A reminder that pre-Civil War times were tough for Blacks in the north, too
It’s easy to get caught up in the North-South divide when looking at history before and after the Civil War, and this is true when it comes to the plight of the US’ Black population. In the south, of course, slavery dictated the conditions under which these millions of folks lived before Emancipation - and it had a big effect afterward, too.
But in the north, Black Americans had a different set of issues. This is laid out very clearly in Reconstruction: America’s Unfinished Revolution 1863-1877, by Eric Foner of Columbia Unversity. Fonter writes this:
If the war opened doors of opportunity for women, it held out hope for an even more radical transformation in the condition of the tiny, despised Black population of the free states. Numbering fewer than a quarter million in 1860, Blacks comprised less than 2 percent of the North’s population, yet they found themselves subjected to discrimination in every aspect of their lives. Barred in most states from the suffrage, schools, and public accommodations, confined by and large to menial occupations, living in the poorest, unhealthiest quarters of cities like New York, Philadelphia, and Cincinnati, reminded daily of the racial prejudice that seemed as pervasive in the free states as the slave, many Northern Blacks had by the 1850s all but despaired of ever finding a secure and equal place within American life….
The small Black political leadership of ministers, professionals, and members of abolitionist societies, had long searched for a means of improving the condition of Northern Blacks while at the same time striking a blow against slavery.
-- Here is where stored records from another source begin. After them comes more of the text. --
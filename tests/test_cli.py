"""The command line: exit codes, one clean line per problem, no tracebacks for bad input."""

import subprocess
import sys

from helpers import VALID_EVENT

from factsheet.cli import main
from factsheet.load import load_catalogue


def run(*args, cwd=None):
    return subprocess.run(
        [sys.executable, "-m", "factsheet.cli", *map(str, args)],
        capture_output=True,
        text=True,
        cwd=cwd,
    )


def test_check_lists_every_problem_and_exits_1(catalogue):
    folder = catalogue({"a.yaml": VALID_EVENT.replace("Msun", "Mpc"), "b.yaml": "- 1\n"})
    result = run("check", folder)
    assert result.returncode == 1
    assert "Traceback" not in result.stderr
    lines = result.stderr.strip().splitlines()
    assert f"error: {folder / 'a.yaml'}:12: estimate.heavier.mass: " in lines[0]
    assert any(f"{folder / 'b.yaml'}:1:" in line for line in lines)
    assert lines[-1] == "3 problems found"


def test_check_valid_catalogue(catalogue, capsys):
    assert main(["check", str(catalogue({"a.yaml": VALID_EVENT}))]) == 0
    assert "no problems found" in capsys.readouterr().out


def test_build_bad_input_keeps_earlier_site(catalogue, tmp_path):
    folder = catalogue({"a.yaml": VALID_EVENT})
    out = tmp_path / "out"
    assert main(["build", str(folder), "-o", str(out)]) == 0
    before = {p: p.read_bytes() for p in out.rglob("*") if p.is_file()}
    (folder / "a.yaml").write_text(VALID_EVENT.replace("36 +5", "x +5"))
    result = run("build", folder, "-o", out)
    assert result.returncode == 1 and "a.yaml:12: estimate.heavier.mass" in result.stderr
    assert "Traceback" not in result.stderr
    assert {p: p.read_bytes() for p in out.rglob("*") if p.is_file()} == before


def test_new_writes_a_template_that_checks_once_filled(tmp_path, capsys):
    assert main(["new", "DX-0001", "-d", str(tmp_path)]) == 0
    path = tmp_path / "DX-0001.yaml"
    assert main(["check", str(tmp_path)]) == 1  # required values still empty
    err = capsys.readouterr().err
    assert "estimate.heavier.mass: empty: write a value" in err and "time: empty" in err
    assert "estimate.lighter.mass: empty: write a value" in err
    text = path.read_text()
    for key, value in [
        ("title:", 'title: "A filled pair"'),
        ("time:", 'time: "2034-01-02T03:04:05"'),
        ("  heavier:\n    mass:", "  heavier:\n    mass: 30 +3 -3 Msun"),
        ("  lighter:\n    mass:", "  lighter:\n    mass: 20 +3 -3 Msun"),
        ("  distance:", "  distance: 500 +100 -100 Mpc"),
    ]:
        text = text.replace(key + " ", value + "  #", 1)
    path.write_text(text)
    assert main(["check", str(tmp_path)]) == 0, capsys.readouterr().err
    assert load_catalogue(tmp_path).events[0].id == "DX-0001"
    assert main(["new", "DX-0001", "-d", str(tmp_path)]) == 1  # never overwrites


def test_new_rejects_unsafe_id(tmp_path):
    assert main(["new", "../x", "-d", str(tmp_path)]) == 1


def test_help_for_each_command():
    for command in ("build", "check", "new"):
        result = run(command, "--help")
        assert result.returncode == 0 and "usage: factsheet" in result.stdout


def test_skipped_files_are_named(catalogue, capsys):
    cat = catalogue(
        {
            "a.yaml": VALID_EVENT,
            ".github/workflows/ci.yml": "on: push\n",
            ".hidden.yaml": "anything: 1\n",
        }
    )
    assert main(["check", str(cat)]) == 0
    err = capsys.readouterr().err
    assert "skipped: " in err and ".github" in err and ".hidden.yaml" in err
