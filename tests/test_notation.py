"""Rounding by uncertainty: the Particle Data Group's rule (Review of Particle Physics,
"Introduction: rounding"), and units written as readers expect."""

import pytest

from factsheet.notation import (
    decimal_place,
    format_about,
    format_interval,
    format_median,
    format_value,
    unit_text,
)


@pytest.mark.parametrize(
    ("uncertainty", "place"),
    # PDG examples: 0.827 +- 0.119 -> two digits (0.83 +- 0.12); 0.827 +- 0.367 -> one (0.8 +- 0.4);
    # an uncertainty of 0.0976 rounds up to 0.10 and keeps two digits.
    [(0.119, -2), (0.367, -1), (0.0976, -2), (3.54, -1), (3.55, 0), (1000, 2)],
)
def test_pdg_decimal_place(uncertainty, place):
    assert decimal_place(uncertainty) == place


def test_interval_rounded_by_smaller_side():
    assert format_interval(36.23, 32.11, 41.4, "solMass") == "36 +5 −4 M⊙"  # 4.12: one digit
    assert format_interval(36.23, 33.1, 41.4, "solMass") == "36.2 +5.2 −3.1 M⊙"  # 3.13: two
    assert format_interval(0.827, 0.708, 0.944) == "0.83 +0.12 −0.12"


def test_large_values_factor_out_a_power_of_ten():
    assert format_interval(5.36e47, 4.9e47, 5.9e47, "J") == "(5.4 +0.5 −0.5) × 10⁴⁷ J"


def test_exact_value_keeps_four_significant_digits():
    assert format_interval(4.0, 4.0, 4.0, "km") == "4.000 km"


@pytest.mark.parametrize(
    ("unit", "text"),
    [("solMass", "M⊙"), ("km / s", "km s⁻¹"), ("erg / s", "erg s⁻¹"), ("Mpc", "Mpc"), ("", "")],
)
def test_units_written_properly(unit, text):
    assert unit_text(unit) == text


def test_format_value_significant_figures():
    assert format_value(1234.5, "s") == "1200 s"
    assert format_value(3.6e52, "W") == "3.6 × 10⁵² W"


def test_a_value_that_rounds_to_zero_has_no_minus_sign():
    assert format_interval(-0.0002, -0.0302, 0.0298) == "0.000 +0.030 −0.030"


def test_rounding_that_carries_into_the_next_decade():
    # 9.96 to two significant figures is 10, and 9.956e-4 is 1.0e-3: never "10.0" or
    # "10.0 × 10⁻⁴" (a mantissa of ten is not scientific notation).
    assert format_value(9.96) == "10"
    assert format_value(9.956e-6) == "1.0 × 10⁻⁵"
    assert format_value(99_960) == "1.0 × 10⁵"
    assert format_interval(9.97e-6, 9.57e-6, 9.97e-6) == "(1.00 +0.00 −0.04) × 10⁻⁵"


def test_median_reads_as_in_the_interval():
    # A caption or a figure label prints the same median as the table row of the quantity.
    assert format_interval(74.8, 66.1, 80.3, "Hz") == "75 +6 −9 Hz"
    assert format_median(74.8, 66.1, 80.3, "Hz") == "75 Hz"
    assert format_interval(0.000789, 0.00071, 0.00088, "s") == "(7.9 +0.9 −0.8) × 10⁻⁴ s"
    assert format_median(0.000789, 0.00071, 0.00088, "s") == "7.9 × 10⁻⁴ s"


def test_prose_rounds_to_the_digit_the_interval_supports():
    # An interval spanning 4.4-7.4 (billion years) supports "about 6", not "about 6.1".
    assert format_about(6.1, 4.4, 7.4) == "6"
    assert format_about(780, 480, 1040, "Mpc") == "800 Mpc"
    assert format_about(2.43, 1.9, 3.0) == "2.4"


def test_utc_iso_is_astropys_isot_and_leaves_no_conversion_kept():
    # astropy's Time.utc.isot is the reference: leap second, precisions, another scale
    import warnings

    import numpy as np
    from astropy.time import Time

    from factsheet.notation import utc_iso

    rng = np.random.default_rng(5)
    times = [
        Time("2016-12-31T23:59:60.5", scale="utc"),
        Time("2034-05-11T09:14:36.520", scale="utc"),
        Time("2035-01-01", scale="utc"),
        Time("2034-05-11T09:14:36.123456", scale="utc", precision=6),
        Time("2034-05-11T09:14:36.7", scale="utc", precision=0),
        Time("2034-05-11T09:14:36", scale="tt"),
    ]
    with warnings.catch_warnings():
        warnings.simplefilter("ignore")  # dates beyond the leap-second table are "dubious"
        times += [Time(jd, format="jd", scale="utc") for jd in rng.uniform(2.44e6, 2.48e6, 500)]
        for time in times:
            fresh = Time(time)  # a copy with nothing kept yet
            assert utc_iso(fresh) == time.utc.isot
            if fresh.scale == "utc":
                assert "cache" not in fresh.__dict__
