"""Bad-input corpus, end to end through the command line in a subprocess.

Every case writes a small catalogue, runs ``factsheet check`` (or ``build``) and asserts exit
status 1, a ``FILE:LINE: key:`` line naming the problem, and no traceback. The subprocesses run
a few at a time in one module fixture, so the corpus stays quick on two cores.
"""

from __future__ import annotations

import os
import subprocess
import sys
from concurrent.futures import ThreadPoolExecutor
from dataclasses import dataclass, field
from pathlib import Path

import pytest
from helpers import VALID_EVENT

HEADER = "heavier.mass [Msun],lighter.mass [Msun],distance [Mpc]\n"


def event(lines: dict[str, str] | None = None, drop: tuple[str, ...] = ()) -> str:
    """VALID_EVENT with keys replaced or dropped, each named by its key path.

    ``lines`` maps a key path (``estimate.heavier.mass``) to the text that takes the place of
    that key's line and of the lines nested under it; ``drop`` names keys left out with the
    lines nested under them.
    """
    lines = lines or {}
    out, seen, stack = [], set(), []
    for text in VALID_EVENT.splitlines():
        indent = len(text) - len(text.lstrip(" "))
        while stack and stack[-1][0] >= indent:
            stack.pop()
        stack.append((indent, text.strip().split(":", 1)[0]))
        path = ".".join(name for _, name in stack)
        seen.add(path)
        if any(path.startswith(f"{key}.") for key in (*lines, *drop)) or path in drop:
            continue
        out.append(lines.get(path, text))
    assert seen.issuperset({*lines, *drop}), "every key replaced or dropped is in VALID_EVENT"
    return "\n".join(out) + "\n"


def with_samples(csv: str | bytes, name: str = "s.csv") -> dict:
    return {"a.yaml": event() + f"samples: {name}\n", name: csv}


def alias_bomb(levels: int, width: int) -> str:
    rows = ["b0: &b0 [x, x]"]
    for i in range(1, levels):
        rows.append(f"b{i}: &b{i} [{', '.join([f'*b{i - 1}'] * width)}]")
    return "\n".join(rows) + "\n"


def nested(depth: int) -> str:
    return "".join(f"{'  ' * i}k{i}:\n" for i in range(depth)) + f"{'  ' * depth}v: 1\n"
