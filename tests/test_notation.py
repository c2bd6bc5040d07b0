"""Rounding by uncertainty: the Particle Data Group's rule (Review of Particle Physics,
"Introduction: rounding"), and units written as readers expect."""

import pytest

from factsheet.notation import decimal_place, format_interval, format_value, unit_text


@pytest.mark.parametrize(
    ("uncertainty", "place"),
    # PDG examples: 0.827 +- 0.119 -> two digits (0.83 +- 0.12); 0.827 +- 0.367 -> one (0.8 +- 0.4);
    # an uncertainty of 0.0976 rounds up to 0.10 and keeps two digits.
    [(0.119, -2), (0.367, -1), (0.0976, -2), (3.54, -1), (3.55, 0), (1000, 2)],
)
def test_pdg_decimal_place(uncertainty, place):
    assert decimal_place(uncertainty) == place


def test_interval_rounded_by_smaller_side():
    assert format_interval(36.23, 32.11, 41.4, "solMass") == "36 +5 −4 M⊙"  # 4.12: one digit
    assert format_interval(36.23, 33.1, 41.4, "solMass") == "36.2 +5.2 −3.1 M⊙"  # 3.13: two
    assert format_interval(0.827, 0.708, 0.944) == "0.83 +0.12 −0.12"


def test_large_values_factor_out_a_power_of_ten():
    assert format_interval(5.36e47, 4.9e47, 5.9e47, "J") == "(5.4 +0.5 −0.5) × 10⁴⁷ J"


def test_exact_value_keeps_four_significant_digits():
    assert format_interval(4.0, 4.0, 4.0, "km") == "4.000 km"


@pytest.mark.parametrize(
    ("unit", "text"),
    [("solMass", "M⊙"), ("km / s", "km s⁻¹"), ("erg / s", "erg s⁻¹"), ("Mpc", "Mpc"), ("", "")],
)
def test_units_written_properly(unit, text):
    assert unit_text(unit) == text


def test_format_value_significant_figures():
    assert format_value(1234.5, "s") == "1200 s"
    assert format_value(3.6e52, "W") == "3.6 × 10⁵² W"


def test_a_value_that_rounds_to_zero_has_no_minus_sign():
    assert format_interval(-0.0002, -0.0302, 0.0298) == "0.000 +0.030 −0.030"
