"""``factsheet serve``: 127.0.0.1 only, rebuilds on change, survives bad edits, no traversal."""

import threading
import time
import urllib.error
import urllib.request

import pytest
from helpers import VALID_EVENT, write_catalogue

from factsheet import serve as preview


@pytest.fixture
def running(tmp_path):
    cat = write_catalogue(tmp_path / "cat", {"a.yaml": VALID_EVENT})
    out, state, stop = tmp_path / "site", preview.State(), threading.Event()
    seen = preview.snapshot(cat)
    assert preview.rebuild(cat, out, "internal", state)
    server = preview.make_server(out, 0, state)
    threads = [
        threading.Thread(target=server.serve_forever, daemon=True),
        threading.Thread(
            target=preview.watch, args=(cat, out, "internal", state, stop, 0.1, seen), daemon=True
        ),
    ]
    for thread in threads:
        thread.start()
    yield cat, f"http://127.0.0.1:{server.server_address[1]}", state, out
    stop.set()
    server.shutdown()
    server.server_close()


def get(url: str) -> tuple[int, bytes]:
    try:
        with urllib.request.urlopen(url, timeout=5) as response:
            return response.status, response.read()
    except urllib.error.HTTPError as exc:
        return exc.code, b""


def wait_for(condition, seconds: float = 60.0) -> bool:
    end = time.monotonic() + seconds
    while time.monotonic() < end:
        if condition():
            return True
        time.sleep(0.1)
    return False


def test_binds_loopback_and_serves_the_index_with_reload_hook(running):
    _cat, base, _state, out = running
    assert base.startswith("http://127.0.0.1:")
    status, body = get(base + "/")
    assert status == 200 and b"TEST-1" in body and preview.RELOAD_PATH.encode() in body
    assert b"connect-src 'self'" in body
    assert b"__factsheet" not in (out / "index.html").read_bytes()  # files on disk untouched


def test_rebuilds_after_a_change_and_keeps_the_last_good_site(running, capsys):
    cat, base, state, _out = running
    (cat / "a.yaml").write_text(VALID_EVENT.replace("A test pair", "A renamed pair"))
    assert wait_for(lambda: state.version >= 2)
    assert b"A renamed pair" in get(base + "/events/TEST-1.html")[1]
    (cat / "a.yaml").write_text(VALID_EVENT.replace("36 +5 -4 Msun", "36 +5 -4 Mpc"))
    assert wait_for(lambda: "a.yaml:12: estimate.heavier.mass" in capsys.readouterr().err)
    status, body = get(base + "/events/TEST-1.html")
    assert status == 200 and b"A renamed pair" in body and state.version == 2


@pytest.mark.parametrize(
    "path",
    [
        "/../../etc/passwd",
        "/%2e%2e/%2e%2e/etc/passwd",
        "/events/../../cat/a.yaml",
        "/..%2f..%2fetc%2fpasswd",
    ],
)
def test_refuses_paths_outside_the_output_folder(running, path):
    _cat, base, _state, _out = running
    status, body = get(base + path)
    assert status == 404 and b"root:" not in body and b"estimate" not in body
Most embraced what one historian calls the Great Tradition - an affirmation of Americanism that insisted that Blacks formed an integral part of the nation and were entitled to the same rights and opportunities white citizens enjoyed. Free Blacks were advised to forsake menial occupations, educate themselves and their children, and live unimpeachably moral lives, thus “elevating” the race, disproving the idea of Black inferiority, and demonstrating themselves worth of citizenship. (pp 25-26)
The above says a lot about the broader environment Jonathan Jasper Wright lived in. As he passed the age of twenty, he was an educated, literate young Black man, living as a tiny minority among Northeastern Pennsylvania’s overwhelmingly white citizenry - a few of which supported his ambitions, but many more who looked down upon him and his “kind.” Yet Wright held to this Great Tradition through the rest of his life - believing fervently that education was the pathway to equality, and that equality was a fact that must be promoted and fought for within the institutions of the land. This thinking was to inform the next two decades of his life and allow him to make contributions large and small to so many of his race.